Mexico religious cult refuses to allow teachers in

Mexico City, Mexico - Adherents of a religious sect in western Mexico are physically blocking school teachers from entering their walled community, setting up one of the most high-profile confrontations between religious and civil authorities in Mexico since the 1930s.

Local officials in the western state of Michoacan said Wednesday it may be time to call in a large-scale police operation to enforce the right to schooling in a community that has largely ruled itself according to what it considers Biblical guidelines for almost 40 years. The New Jerusalem community prohibits formal schooling, television, radio, modern music, dress and fashion.

"I think the next step is to go in and enforce the rule of law," said Efrain Barrera, spokesman for the township of Turicato, in western Michoacan state, where the sect's walled-off compound is located.

Under Mexican law, grade school education is compulsory, and Mexico's National Human Rights Commission and the Roman Catholic Church said Tuesday that the refusal to allow classes in the town of New Jerusalem is a violation of children's human rights.

They called on the government to break the town's blockade, which has been limited to fistfights but could escalate.
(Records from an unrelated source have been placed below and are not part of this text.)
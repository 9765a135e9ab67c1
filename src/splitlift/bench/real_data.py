"""Open data sets bundled inside scikit-learn and statsmodels, for the real-data suite.

Every loader reads files shipped with the installed package (no download) and
names its source. Columns that restate the target (a log copy, the other
half of a count) are left out; large tables are subsampled to 1000 rows with
a fixed seed so the suite stays affordable on a laptop.
"""

from __future__ import annotations

from collections.abc import Callable
from dataclasses import dataclass, field

import numpy as np

#: Rows kept from the larger tables (fixed-seed sample).
SAMPLE_ROWS = 1000


@dataclass
class RealDataset:
    """A real regression or classification table and where it comes from."""

    name: str
    source: str
    X: np.ndarray
    y: np.ndarray
    feature_names: list[str]
    classification: bool
    note: str = ""
    target: str = field(default="")

    @property
    def shape(self) -> tuple[int, int]:
        return self.X.shape


def _sample(frame, seed: int = 0):
    if len(frame) <= SAMPLE_ROWS:
        return frame
    return frame.sample(SAMPLE_ROWS, random_state=seed).sort_index()


def _from_frame(name, source, frame, target, features, classification, note="", labels=None):
    X = frame[features].to_numpy(dtype=float)
    y = frame[target].to_numpy()
    y = labels(y) if labels is not None else y.astype(float)
    return RealDataset(name, source, X, y, list(features), classification, note, target)


def _statsmodels(name: str):
    import statsmodels.api as sm

    return getattr(sm.datasets, name).load_pandas().data


def diabetes() -> RealDataset:
    from sklearn.datasets import load_diabetes

    bunch = load_diabetes(as_frame=True)
    frame = bunch.frame
    return _from_frame("diabetes", "scikit-learn, sklearn.datasets.load_diabetes", frame,
                       "target", list(bunch.feature_names), False,
                       "disease progression after one year")


def star98() -> RealDataset:
    frame = _statsmodels("star98").copy()
    frame["share_above"] = frame["NABOVE"] / (frame["NABOVE"] + frame["NBELOW"])
    features = [c for c in frame.columns if c not in ("NABOVE", "NBELOW", "share_above")]
    return _from_frame("star98", "statsmodels, statsmodels.datasets.star98", frame,
                       "share_above", features, False,
                       "share of pupils above the national maths median, per district")


def anes96_party() -> RealDataset:
    frame = _statsmodels("anes96")
    features = ["popul", "TVnews", "selfLR", "ClinLR", "DoleLR", "age", "educ", "income"]
    return _from_frame("anes96 party", "statsmodels, statsmodels.datasets.anes96", frame,
                       "PID", features, False, "7-point party identification")


def fair_affairs() -> RealDataset:
    frame = _sample(_statsmodels("fair"))
    features = [c for c in frame.columns if c != "affairs"]
    return _from_frame("fair affairs", "statsmodels, statsmodels.datasets.fair", frame,
                       "affairs", features, False,
                       f"{SAMPLE_ROWS}-row sample; heavy-tailed, two thirds zeros")


def randhie_visits() -> RealDataset:
    frame = _sample(_statsmodels("randhie"))
    features = [c for c in frame.columns if c != "mdvis"]
    return _from_frame("randhie visits", "statsmodels, statsmodels.datasets.randhie", frame,
                       "mdvis", features, False,
                       f"{SAMPLE_ROWS}-row sample; counts of doctor visits, heavy-tailed")


def grunfeld_investment() -> RealDataset:
    frame = _statsmodels("grunfeld")
    return _from_frame("grunfeld", "statsmodels, statsmodels.datasets.grunfeld", frame,
                       "invest", ["value", "capital", "year"], False,
                       "gross investment of ten firms; firm identity left out")


def macro_investment() -> RealDataset:
    frame = _statsmodels("macrodata")
    features = [c for c in frame.columns if c not in ("year", "quarter", "realinv")]
    return _from_frame("macrodata investment", "statsmodels, statsmodels.datasets.macrodata",
                       frame, "realinv", features, False,
                       "quarterly US real investment; GDP accounting ties it to other columns")


def breast_cancer() -> RealDataset:
    from sklearn.datasets import load_breast_cancer

    bunch = load_breast_cancer(as_frame=True)
    return _from_frame("breast cancer", "scikit-learn, sklearn.datasets.load_breast_cancer",
                       bunch.frame, "target", list(bunch.feature_names), True,
                       "malignant or benign", labels=lambda y: np.where(
                           y == 0, "malignant", "benign").astype(object))


def wine() -> RealDataset:
    from sklearn.datasets import load_wine

    bunch = load_wine(as_frame=True)
    return _from_frame("wine", "scikit-learn, sklearn.datasets.load_wine", bunch.frame,
                       "target", list(bunch.feature_names), True, "three cultivars",
                       labels=lambda y: np.array([f"cultivar_{v}" for v in y], dtype=object))


def anes96_vote() -> RealDataset:
    frame = _statsmodels("anes96")
    features = ["popul", "TVnews", "selfLR", "ClinLR", "DoleLR", "age", "educ", "income"]
    return _from_frame("anes96 vote", "statsmodels, statsmodels.datasets.anes96", frame,
                       "vote", features, True, "vote for either major candidate",
                       labels=lambda y: np.where(y == 1, "dole", "clinton").astype(object))


def mode_choice() -> RealDataset:
    frame = _statsmodels("modechoice")
    modes = {1: "air", 2: "train", 3: "bus", 4: "car"}
    wide = frame.pivot(index="individual", columns="mode", values=["ttme", "invc", "invt", "gc"])
    wide.columns = [f"{variable}_{modes[int(mode)]}" for variable, mode in wide.columns]
    per_person = frame.groupby("individual").first()[["hinc", "psize"]]
    chosen = frame[frame["choice"] == 1].set_index("individual")["mode"].map(
        lambda mode: modes[int(mode)])
    table = wide.join(per_person).assign(chosen=chosen)
    features = [c for c in table.columns if c != "chosen"]
    return _from_frame("mode choice", "statsmodels, statsmodels.datasets.modechoice", table,
                       "chosen", features, True,
                       "travel mode chosen by each traveller (one row per person)",
                       labels=lambda y: y.astype(object))


#: The suite, regression first.
LOADERS: list[Callable[[], RealDataset]] = [
    diabetes, star98, anes96_party, fair_affairs, randhie_visits, grunfeld_investment,
    macro_investment, breast_cancer, wine, anes96_vote, mode_choice,
]


def real_datasets(names=None) -> list[RealDataset]:
    """Load the suite (or the data sets whose names are in ``names``)."""
    sets = [load() for load in LOADERS]
    if names is None:
        return sets
    return [data for data in sets if data.name in names]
Members of the sect recently attacked and destroyed the school building.

"It is surprising that they want to impose beliefs, not a religion, on grade-school children in their formative stage, by taking away the right every child has to attend classes in government-provided education," the Mexican Bishops Council said in a statement.

"The local authorities should intervene and resolve the conflict, which, if it isn't taken care of, could escalate," the council said. "This is an issue that cannot wait, this is the moment to act and defend the rule of law."

The church does not recognize the sect, which was founded in 1973 by a renegade Catholic priest who objected to the abandonment of Latin masses and other modernization moves.

The group has demanded the right to appoint its own teachers, set its own curriculum and mandate robes and headscarves for female pupils, claiming that otherwise the schools would be introducing bad habits into the community. Girls at government schools in Mexico generally wear uniforms, including knee-length plaid skirts.

The group shuns telephones and its leaders were not available for comment on Wednesday.

In July, gangs of sect followers used sledgehammers to destroy three government school buildings in the community, then doused them with gasoline and set fire to the school furniture and computer equipment.

On Monday, when the new school year was scheduled to start, gangs of church supporters, including women dressed in the bright-colored robes and headscarves the sect requires women to wear, engaged in fistfights with residents who wanted their children to go to school at improvised classrooms set up after the school buildings were destroyed. About a dozen government-paid teachers showed up, but were also driven off.

"They are damaging about 250 children," said Barrera. "It is not fair that older people want to reproduce and impose their own ignorance on a new generation."

There have been periodic reports of deaths, threats and beatings inside the compound, where about 5,000 adherents live in brick houses inside medieval-castle-style walls. But no outside authorities have ever been allowed in.

"What we are demanding is to be able to enter and investigate what has been happening, because there have been systematic crimes and violations of the law since 1973, when the community was founded," Barrera said.

The Human Rights Commission said Tuesday it had already sent inspectors to New Jerusalem and demanded the government send police to guard the schoolchildren and classrooms.

The religion was founded by Nabor Cardenas, "Papa Nabor," a defrocked parish priest who said it was based on messages from the Virgin Mary relayed by an illiterate old woman. Together with supposed clairvoyant Agapito Gomez, who channeled voices, orders and predictions from the spirit world, they ordered the building of the compound, along with towers, walls and multiple church buildings.

Members believe it will be the only place on earth spared from an impending Apocalypse, which they had predicted would occur in cataclysmic volcanic eruptions around the 2000 millennium.

Residents of the New Jerusalem compound cannot use many modern conveniences; women are not allowed to wear makeup, and must dress in robes and are referred to as "nuns" or "courtesans." Residents recite Mass in Latin and use old exorcism and baptism rituals long abandoned by the mainstream church.

Religious conflicts, often between evangelical Protestants and Roman Catholics, still occur in some parts of rural Mexico, and have sometimes resulted led to thousands of residents being expelled from their towns.

But the last large-scale religious violence occurred in the 1926-1929 Cristero war, when harsh anti-clerical laws sparked an armed uprising by Roman Catholic rebels against Mexico's secular government and tens of thousands of people died.